A poem a day in April from Rutgers English PhD students and friends.

Sunday, April 6, 2014

What's so Great About Gravity? (SPOILERS!)

What’s so great about Gravity?

A. asked last night and again this morning. This coming from someone who nominated The Great Gatsby one of the most over-rated great novels ever. Chew on that. Well, you could say superlatives did them both in. Maybe it was because we had waited until everyone and their aunt had seen the movie. We couldn’t take pride in it, in the best underrated movie of the year. Gravity lost a lot of gravity with us.

---Maybe it’s like we thought. It looked like the kind of movie you had to be in a mood to watch, and it was. We just didn’t know what else to watch. So we said, What the heck?

The archetypes were overdone and cliché. When Sandra Bullock is floating in the fetal position?
            ---Oh, yeah. That was awful.

I like Sandra Bullock, but this role didn’t do it for me.
            ---She was kind of whiny (I offer).
I feel bad for saying this.
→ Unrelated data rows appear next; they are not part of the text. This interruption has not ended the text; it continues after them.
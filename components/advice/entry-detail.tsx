"use client";

import type { ReactNode } from "react";
import { StrategyLabel } from "@/components/charts/strategy-label";
import { Badge } from "@/components/ui/badge";
import { Notice } from "@/components/ui/notice";
import { Quantity, QuantityRange } from "@/components/ui/quantity";
import { Tabs, TabsContent, TabsList, TabsTrigger } from "@/components/ui/tabs";
import type { RankingEntry } from "@/lib/advice/advice";
import type { QuantityUnit } from "@/lib/shared/format";
import type { Range } from "@/lib/shared/range";
import { FactorChain } from "./factor-chain";
import { ParameterTable } from "./parameter-table";
import { WhyList } from "./why-list";

type EntryDetailProps = { entry: RankingEntry; spacing: number; /** The options file and the recipe, loaded when shown. */ options: ReactNode };

/** All there is to know about one strategy of an advice. */
export function EntryDetail({ entry, spacing, options }: EntryDetailProps) {
  return (
    <div className="grid grid-cols-1 gap-4">
      <Figures entry={entry} />
      {entry.cautions.length > 0 && (
        <Notice tone="warn" title="Mind">
          <ul className="grid gap-1">
            {entry.cautions.map((caution, index) => (
              <li key={index}>{caution}</li>
            ))}
          </ul>
        </Notice>
      )}
      {entry.fallback !== null && (
        <p className="text-sm">
          <span className="font-semibold">If it fails: </span>
          <StrategyLabel strategy={entry.fallback.strategy} />. <span className="text-faint">Time to change: {entry.fallback.when}</span>
        </p>
      )}
      <Tabs defaultValue="factors">
        <TabsList>
          <TabsTrigger value="factors">Why this place</TabsTrigger>
          <TabsTrigger value="estimate">Why these numbers</TabsTrigger>
          <TabsTrigger value="parameters">Parameters</TabsTrigger>
          <TabsTrigger value="options">Options file</TabsTrigger>
        </TabsList>
        <TabsContent value="factors">
          <FactorChain entry={entry} />
        </TabsContent>
        <TabsContent value="estimate">
          <WhyList steps={entry.estimate.why} />
        </TabsContent>
        <TabsContent value="parameters">
          <ParameterTable parameters={entry.parameters} spacing={spacing} />
        </TabsContent>
        <TabsContent value="options">{options}</TabsContent>
      </Tabs>
    </div>
  );
}

function Figures({ entry }: { entry: RankingEntry }) {
  const { estimate } = entry;
  const rows: { name: string; range: Range; unit: QuantityUnit }[] = [
    { name: "Total time", range: estimate.totalSeconds, unit: "seconds" },
    { name: "Set-up", range: estimate.setupSeconds, unit: "seconds" },
    { name: "One solve", range: estimate.solveSeconds, unit: "seconds" },
    { name: "Memory", range: estimate.memoryGiB, unit: "gibibytes" },
  ];
  return (
    <div className="grid gap-2">
      <dl className="flex flex-wrap gap-x-8 gap-y-2">
        {rows.map((row) => (
          <Figure key={row.name} name={row.name} value={<Quantity value={row.range.median} unit={row.unit} />} below={<QuantityRange low={row.range.low} high={row.range.high} unit={row.unit} />} />
        ))}
        {estimate.iterations.high > 1 && (
          <Figure
            name="Iterations"
            value={<Quantity value={Math.round(estimate.iterations.median)} unit="count" />}
            below={estimate.iterationBound === null ? "no bound known" : <>proven at most <Quantity value={Math.ceil(estimate.iterationBound)} unit="count" /></>}
          />
        )}
        {estimate.factorEntries !== null && <Figure name="Factor entries" value={<Quantity value={estimate.factorEntries} unit="number" />} below={estimate.factorFlops === null ? "" : <Quantity value={estimate.factorFlops} unit="flops" />} />}
      </dl>
      <p className="flex flex-wrap items-center gap-2 text-sm text-faint">
        <Badge tone={estimate.basis === "reference-runs" ? "forest" : "faint"}>{estimate.basis === "reference-runs" ? "from reference runs" : "from theory only"}</Badge>
        Ranges hold the measured value about 80 % of the time.
      </p>
      {estimate.notes.length > 0 && (
        <ul className="grid gap-1 text-sm">
          {estimate.notes.map((note, index) => (
            <li key={index} className="border-l-2 border-hairline pl-3">
              {note}
            </li>
          ))}
        </ul>
      )}
    </div>
  );
}

function Figure({ name, value, below }: { name: string; value: ReactNode; below: ReactNode }) {
  return (
    <div className="grid">
      <dt className="text-xs text-faint">{name}</dt>
      <dd className="figures text-base font-semibold">{value}</dd>
      <dd className="figures text-xs text-faint">{below}</dd>
    </div>
  );
}
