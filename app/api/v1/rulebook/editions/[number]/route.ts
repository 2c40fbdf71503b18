import { operations } from "@/lib/api/contract";
import { apiMethods, apiRoute } from "@/lib/api/route";
import { getEdition } from "@/lib/use-cases/rulebook/get-edition";

export const { GET, POST, PUT, PATCH, DELETE } = apiMethods({
  GET: apiRoute(operations.getEdition, getEdition, {
    input: ({ params }) => ({ number: params.number === "live" ? params.number : Number(params.number) }),
    answer: (content) => ({ content }),
  }),
});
I think about the Piss and Moan Club my Dad formed for my little sister and sometimes my Mom, too, because they couldn’t just put up with a little discomfort for a couple of hours so that we could enjoy a nice family hike in nature. It was funny. —It’s still kind of funny. Not funny enough, though.
            ---I would be winy, too if I were space-sick. (Space-sick? Space-sick.) And she was fearful, but that was just who her character was for that part of the film.

I feel like they were letting the film ride on the special effects. The images of space were beautiful, Sandra Bullock was hard to warm to, and George Clooney was himself. That's all.
            ---Clooney's always going to be himself: cartoonish. I mean, his name is George Clooney. He was Buzz Light-Year in the flesh.

Maybe that’s the point. Maybe realism and fantasy are competing for the storyline—for Sandra Bullock's storyline.
            ---Hmm! I like that. The best scene was when she hallucinates. I believed it, too. Why shouldn’t it have been true? Everything Clooney had done in the movie was ludicrous. Why shouldn’t he have made it back to the ship, miraculously, in his little jet-pack, with Hank Williams playing? Survivor of the Future. Buzz. Wall-e.

            ---The worst scene was definitely the last one. I mean, she’s made it; she’s back on Earth. The filmmakers mark the moment with music—that makes sense, because space was represented by silence. Opportunity for some real poignancy...aaand they blow it.


  1. no spoiler alert???!!! damn!! (nice poem, though.)

  2. oh, I was only half serious, laur k! it's my fault for being apparently the last person on the planet to see it.

  3. No, shame on me for assuming I was the last person on the planet to see it!